I won’t say who was there, or what transpired. That would be a direct violation of confidentiality and privacy for people involved. But what I can say is I felt and explored a new sense of freedom I didn’t inhabit in a pre-COVID world. My reticence to flirt with other women shed, and I became unabashed in my queer expressions. I came out of my shy bi shell in ways I’ve only dreamt about. And because I could completely control my experience and how I interacted with everyone, my soul swooned, dizzy and heady with finally getting to find a full expression that had been denied by my own fears.
I emerged from the party experiencing a breakthrough, a sea of change within myself. My chronic desire for a relationship, I realized, was steeped in fear of being alone and retreating to a binary, heteronormative idea of acceptable happiness. Relationships are great. But there is an intangible zest to embracing my queer, single-as-a-Pringle self, and the liberation that gets ushered in with that mindset.

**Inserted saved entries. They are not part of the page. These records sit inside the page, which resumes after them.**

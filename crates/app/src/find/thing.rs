//! What can be found, with what it shows now and what Enter does.

use helmsplit_scenario::choice::{CHOICES, Choice, Condition};
use helmsplit_scenario::convert::display_unit;
use helmsplit_scenario::quantity_text::{Digits, number_from_si};
use helmsplit_scenario::{Parameter, Scenario, UnitSystem, parameters};
use helmsplit_study::{Check, CheckId};
use helmsplit_view::plot::Figure;

use super::commands::commands;
use crate::action::Action;
use crate::document::Document;
use crate::parts::Part;
use crate::settings::Settings;
use crate::spot::Spot;
use crate::text::{check_name, measure, real_minus, unit_label};

/// Digits of a value in the list.
const DIGITS: u32 = 7;

/// Where things are looked for.
pub(crate) struct Findable<'a> {
    pub(crate) document: &'a Document,
    pub(crate) checks: &'a [Check],
    pub(crate) figure: &'a Figure,
    pub(crate) settings: &'a Settings,
}

/// One thing.
#[derive(Debug, Clone)]
pub(crate) struct Thing {
    pub(super) label: String,
    /// Empty where it has none.
    pub(super) symbol: &'static str,
    /// Path in the circuit file; empty where it has none.
    pub(super) path: &'static str,
    /// The part, or the kind of thing.
    pub(super) group: String,
    /// Value with unit, option or state.
    pub(super) shown: String,
    /// What it means.
    pub(super) note: String,
    /// Whether it counts in the present circuit.
    pub(super) in_use: bool,
    /// What Enter does.
    pub(super) action: Action,
}

/// Everything that can be found: the circuit from shaft to tank, verdicts, traces, commands.
pub(crate) fn things(findable: &Findable<'_>) -> Vec<Thing> {
    let scenario = findable.document.scenario();
    let units = findable.settings.units;
    let choices = CHOICES.iter().map(|row| choice(row, scenario));
    let rows = parameters().iter();
    let rows = rows.map(|row| parameter(row, scenario, units));
    let verdicts = CheckId::ALL
        .into_iter()
        .map(|id| verdict(id, findable.checks, units));
    let panels = findable.figure.panels.iter().map(|panel| {
        let names: Vec<_> = panel
            .series
            .iter()
            .map(|series| series.label.as_str())
            .collect();
        Thing {
            note: format!("Lines: {}.", names.join(", ")),
            shown: panel.unit.clone(),
            ..plain(
                &panel.label,
                "Trace",
                Action::ShowTrace(panel.label.clone()),
            )
        }
    });
    choices
        .chain(rows)
        .chain(verdicts)
        .chain(panels)
        .chain(commands(findable))
        .collect()
}

/// A thing without symbol, path and value.
pub(super) fn plain(label: &str, group: &str, action: Action) -> Thing {
    Thing {
        label: label.to_owned(),
        symbol: "",
        path: "",
        group: group.to_owned(),
        shown: String::new(),
        note: String::new(),
        in_use: true,
        action,
    }
}

fn part_label(path: &str) -> &'static str {
    Part::of(path).map_or("", |part| part.label)
}

fn parameter(row: &'static Parameter, scenario: &Scenario, units: UnitSystem) -> Thing {
    let spot = Spot::Parameter(row.id);
    let base = Thing {
        symbol: row.symbol,
        path: row.path,
        note: row.note.to_owned(),
        ..plain(row.label, part_label(row.path), Action::GoTo(spot))
    };
    if let Some(missing) = missing(row.when, scenario) {
        return unused(base, missing);
    }
    let unit = display_unit(row, units);
    let number = number_from_si(scenario.si(row.id), unit, Digits::Significant(DIGITS));
    let shown = format!("{} {}", real_minus(&number), unit_label(unit));
    Thing {
        shown: shown.trim_end().to_owned(),
        ..base
    }
}

fn choice(row: &'static Choice, scenario: &Scenario) -> Thing {
    let options: Vec<_> = row.options.iter().map(|option| option.label).collect();
    let base = Thing {
        path: row.path,
        note: format!("{} One of: {}.", row.note, options.join(", ")),
        ..plain(
            row.label,
            part_label(row.path),
            Action::GoTo(Spot::Choice(row.id)),
        )
    };
    if let Some(missing) = missing(row.when, scenario) {
        return unused(base, missing);
    }
    let at = usize::from(scenario.option(row.id));
    Thing {
        shown: row.options[at].label.to_owned(),
        ..base
    }
}

/// The condition that keeps something out of use: the outermost that the user can meet now.
fn missing(conditions: &'static [Condition], scenario: &Scenario) -> Option<&'static Condition> {
    let unmet = conditions
        .iter()
        .find(|condition| !scenario.meets(std::slice::from_ref(condition)))?;
    let above = missing(unmet.choice.choice().when, scenario);
    Some(above.unwrap_or(unmet))
}

/// A thing that the present choices leave out leads to the choice that would bring it in.
fn unused(base: Thing, missing: &Condition) -> Thing {
    let choice = missing.choice.choice();
    let options = missing.any_of.iter();
    let options: Vec<_> = options
        .map(|&option| choice.options[usize::from(option)].label)
        .collect();
    Thing {
        shown: "not in use".to_owned(),
        note: format!(
            "{} In use with {}: {}. Enter leads to that choice.",
            base.note,
            choice.label,
            options.join(" or ")
        ),
        in_use: false,
        action: Action::GoTo(Spot::Choice(missing.choice)),
        ..base
    }
}

fn verdict(id: CheckId, checks: &[Check], units: UnitSystem) -> Thing {
    let check = checks.iter().find(|check| check.id == id);
    let shown = check.map_or_else(String::new, |check| {
        let figure = check.figure.map(|figure| measure(figure, units, 3) + ", ");
        format!("{}{}", figure.unwrap_or_default(), check.status.word())
    });
    let name = check_name(id);
    let mut letters = name.chars();
    let first = letters.next().map(char::to_uppercase);
    let label: String = first.into_iter().flatten().chain(letters).collect();
    Thing {
        shown,
        note: id.label().to_owned(),
        ..plain(&label, "Verdict", Action::Evidence(id))
    }
}

#[cfg(test)]
pub(super) mod tests {
    use super::*;
    use helmsplit_scenario::PRESETS;

    pub(in super::super) fn of_the_orchard_carrier() -> Vec<Thing> {
        let document = Document::from_preset(&PRESETS[0]).unwrap();
        things(&Findable {
            document: &document,
            checks: &[],
            figure: &Figure::default(),
            settings: &Settings::default(),
        })
    }

    #[test]
    fn what_is_not_in_use_leads_to_a_choice_that_is() {
        let document = Document::from_preset(&PRESETS[0]).unwrap();
        let things = of_the_orchard_carrier();
        let unused: Vec<_> = things
            .iter()
            .filter(|thing| !thing.in_use && !thing.path.is_empty())
            .collect();
        assert!(unused.len() > 10, "the carrier does not use everything");
        for thing in unused {
            let Action::GoTo(Spot::Choice(id)) = thing.action else {
                panic!("{} leads to {:?}", thing.path, thing.action);
            };
            assert!(
                document.scenario().uses_choice(id),
                "{} leads to {}, which is on no card now",
                thing.path,
                id.choice().path
            );
        }
    }

    #[test]
    fn values_stand_in_the_units_of_the_window() {
        let document = Document::from_preset(&PRESETS[0]).unwrap();
        let settings = Settings {
            units: UnitSystem::Us,
            ..Settings::default()
        };
        let things = things(&Findable {
            document: &document,
            checks: &[],
            figure: &Figure::default(),
            settings: &settings,
        });
        let orifice = things
            .iter()
            .find(|thing| thing.path == "valve.fixed_orifice_diameter");
        let shown = &orifice.unwrap().shown;
        assert!(shown.ends_with(" in"), "{shown}");
    }
}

So I’m still open to dating. Even during this pandemic. But because I was able to virtually dip my toe into a space I’d only dared to think of, now I can explore a facet of my sexuality I’d left to go fallow. And for that, I am grateful.
I can’t wrap up this article with a tidy ending, because we’re not out of the woods yet. I didn’t find one person to resolve this story with a happy ending. Pandemics are messy. Exploration is thorny. But the revelations and growth I’ve found by breaking out of the hermetic seal of my own inhibitions leads me to think there is only more to come.
But I do realize it sounds like I left Sheila with a sad ending. I didn’t. We’re still friends. And not just a social media acquaintance left to wither in the reactions of my Facebook posts. I saw her on a Zoom hangout I hosted just a few weeks ago. And I’ll see her tomorrow, too. She’s changed her hair color, and I have too (#lesalonpandemique). She’s seeing someone else now, and I’m ecstatic for her and her newfound joy.
Maybe the two of us didn’t have that spark, but there’s still a connection. That’s something this pathogen can’t put asunder.
*** All names have been changed to protect privacy.